今も目の前を若い冒険者風の3人組が笑いながら歩き去って行った。レベルが3つも上がったとか倒したモンスターの自慢らしい。
と、未緒が緊張した声でささやいた。
「主殿、さっきの者ですが……」
「え? なに?」
周囲に目を泳がせていたせいで未緒の声を聞き逃していた。
「どうしました?」
「いや、なんでもないよ」
「そうですか? なんだか、上の空ですが」
「悪い。えーっと、さっきのって、3人組か?」
「はい。私にも会話が聞き取れました」
「まあ、でかい声だったからな」
「そうではなく、内容が理解できたのです」
「ん?」
未緒にはこの世界の言葉が理解できない。それが出来たと言うことは、あの連中はこの世界の人間じゃない。というか、日本人ってことだ。

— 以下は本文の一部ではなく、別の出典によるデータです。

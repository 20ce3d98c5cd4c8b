// Benchmark: hostile import workbooks refused through the import service. Target for each file:
// refused within 2 s, with RSS growing by less than 100 MB while it is read.
//   - a 300 KB workbook whose one cell unpacks to 300 MB (honest sizes: refused from the zip's
//     central directory),
//   - the same declaring 1 KB for its worksheet (stopped while inflating, at the cell limit),
//   - shared strings declaring 1 KB that unpack to 90 MB (stopped while inflating, at the ratio),
//   - a 1.1 MB workbook of 3,000,000 rows (stopped at row 100,001).
// Each goes through previewLocationImport and commitLocationImport from a file on disk, as the
// route handlers call them after streaming the upload.
//
// Run with `npx tsx --expose-gc --conditions=react-server bench/uploads.ts` (the condition makes
// `import "server-only"` a no-op). The files are written once; each is then read in a fresh
// process of its own, so that one file's heap does not hide the next one's growth. The script
// reports; it does not fail: the exit code is 0 either way.
import { spawnSync } from "node:child_process";
import fs from "node:fs";
import os from "node:os";
import path from "node:path";

const caseArg = process.argv.indexOf("--case");
const caseIndex = caseArg > 0 ? Number(process.argv[caseArg + 1]) : null;
const dirArg = process.argv.indexOf("--dir");
const tempDir = dirArg > 0 ? process.argv[dirArg + 1] : fs.mkdtempSync(path.join(os.tmpdir(), "headroom-bench-uploads-"));
process.env.DATABASE_PATH = path.join(tempDir, "uploads.db");
process.env.UPLOAD_DIR = path.join(tempDir, "uploads");
process.env.BCRYPT_COST = "4";
process.env.SESSION_SECRET = "bench-session-secret-at-least-32-characters-long";
process.env.LOG_LEVEL = "silent";

const TIME_TARGET_MS = 2000;
const MEMORY_TARGET_BYTES = 100 * 1024 * 1024;
const MiB = 1024 * 1024;

async function main(): Promise<void> {
  const { closeDb, getDb } = await import("@/db/client");
  const { users } = await import("@/db/schema");
  const { commitLocationImport, previewLocationImport } = await import("@/lib/imports/service");
  const { ImportFileError } = await import("@/lib/imports/errors");
  const { writeXlsxManyRows, writeXlsxZipBomb } = await import("../tests/fixtures/hostile-files");

  const mb = (bytes: number) => `${(bytes / MiB).toFixed(1)} MB`;

  /** RSS sampled every 10 ms while `work` runs (a synchronous stretch is seen at its ends only). */
  async function measured(work: () => Promise<unknown>): Promise<{ outcome: string; ms: number; growth: number }> {
    (globalThis as { gc?: () => void }).gc?.();
    const startRss = process.memoryUsage.rss();
    let peakRss = startRss;
    const timer = setInterval(() => {
      peakRss = Math.max(peakRss, process.memoryUsage.rss());
    }, 10);
    const startedAt = performance.now();
    let outcome: string;
    try {
      await work();
      outcome = "ACCEPTED (not refused)";
    } catch (error) {
      outcome = error instanceof ImportFileError ? `${error.status} ${error.code}` : `unexpected ${String(error)}`;
    } finally {
      clearInterval(timer);
    }
    const ms = performance.now() - startedAt;
    peakRss = Math.max(peakRss, process.memoryUsage.rss());
    return { outcome, ms, growth: peakRss - startRss };
  }


  const cases: { label: string; file: string; write: (file: string) => Promise<unknown> }[] = [
    { label: "zip bomb, one 300 MB cell", file: "bomb.xlsx", write: (file) => writeXlsxZipBomb(file, { cellBytes: 300 * MiB }) },
    {
      label: "zip bomb, size understated",
      file: "bomb-understated.xlsx",
      write: (file) => writeXlsxZipBomb(file, { cellBytes: 300 * MiB, place: "inline", declaredUncompressedBytes: 1000 }),
    },
    {
      label: "90 MB of shared strings, understated",
      file: "strings-understated.xlsx",
      write: (file) => writeXlsxZipBomb(file, { cellBytes: 30_000, cells: 3000, declaredUncompressedBytes: 1000 }),
    },
    { label: "3,000,000 rows", file: "rows.xlsx", write: (file) => writeXlsxManyRows(file, { rows: 3_000_000 }) },
  ];

  if (caseIndex === null) {
    console.log(`Node ${process.version}, ${os.cpus().length} CPUs, load average ${os.loadavg().map((l) => l.toFixed(2)).join(" ")}.`);
    console.log("\nRefusals (time; peak RSS growth while reading), each file in a fresh process:");
    for (const [index, { label, file, write }] of cases.entries()) {
      const filePath = path.join(tempDir, file);
      const startedAt = performance.now();
      await write(filePath);
      const writtenMs = performance.now() - startedAt;
      console.log(`  ${label}: ${mb(fs.statSync(filePath).size)} on disk (written in ${(writtenMs / 1000).toFixed(1)} s)`);
      const child = spawnSync(process.execPath, [...process.execArgv, process.argv[1], "--case", String(index), "--dir", tempDir], { encoding: "utf8", env: process.env });
      process.stdout.write(child.stdout);
      if (child.status !== 0) process.stdout.write(child.stderr);
    }
    return;
  }

  const db = getDb();
  const user = db.insert(users).values({ email: `bench.${caseIndex}@example.test`, name: "Bench Facilities", role: "facilities", passwordHash: "x" }).returning().get();
  const actor = { id: user.id, email: user.email, name: user.name, role: user.role };
  const { file } = cases[caseIndex];
  const filePath = path.join(tempDir, file);
  for (const [step, work] of [
    ["preview", () => previewLocationImport({ path: filePath, fileName: file })],
    ["import ", () => commitLocationImport(actor, { path: filePath, fileName: file })],
  ] as const) {
    const { outcome, ms, growth } = await measured(work);
    const met = ms < TIME_TARGET_MS && growth < MEMORY_TARGET_BYTES;
    console.log(
      `    ${step} ${outcome.padEnd(22)} ${ms.toFixed(0).padStart(5)} ms, RSS +${mb(Math.max(0, growth)).padStart(8)}: ` +
        `${met ? "target met" : "target NOT met"} (< ${TIME_TARGET_MS / 1000} s, < ${mb(MEMORY_TARGET_BYTES)})`,
    );
  }
  closeDb();
}

main()
  .catch((error) => {
    console.error(error);
    process.exitCode = 1;
  })
  .finally(() => {
    if (caseIndex === null) fs.rmSync(tempDir, { recursive: true, force: true });
  });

浮ついている場合じゃない。気を引き締めないとマズい。
「《ディヴィジョン》が送り込んでるわけじゃないなら、他の組織――HOWか」
追おうかどうか迷っていると、冒険者協会からリックスが出てきた。
「待たせたな!」
僕は歩いて行く3人組を指さした。
「リックス、あいつらが誰か知ってるか?」
「ああ、さっき話した最近都に来てる新人冒険者だろ。ひとりは見覚えがある。こっちまで出張ってきたのかぁ。また仕事が減るなぁ」
困ったように舌打ちすると、リックスは僕を手招いた。
「じゃあ、モンスターの査定だ。さっきのを解体場で出してくれ」
気にはなるが、今はリックスに着いていくしかない。
(任せるがよい、主様)
察しのよいノアに任せて、僕は冒険者協会の裏手に向かった。
裏手は広い作業場になっていて、動物と血の臭いが漂っていた。今は作業が一段落していたのか、人が少ない。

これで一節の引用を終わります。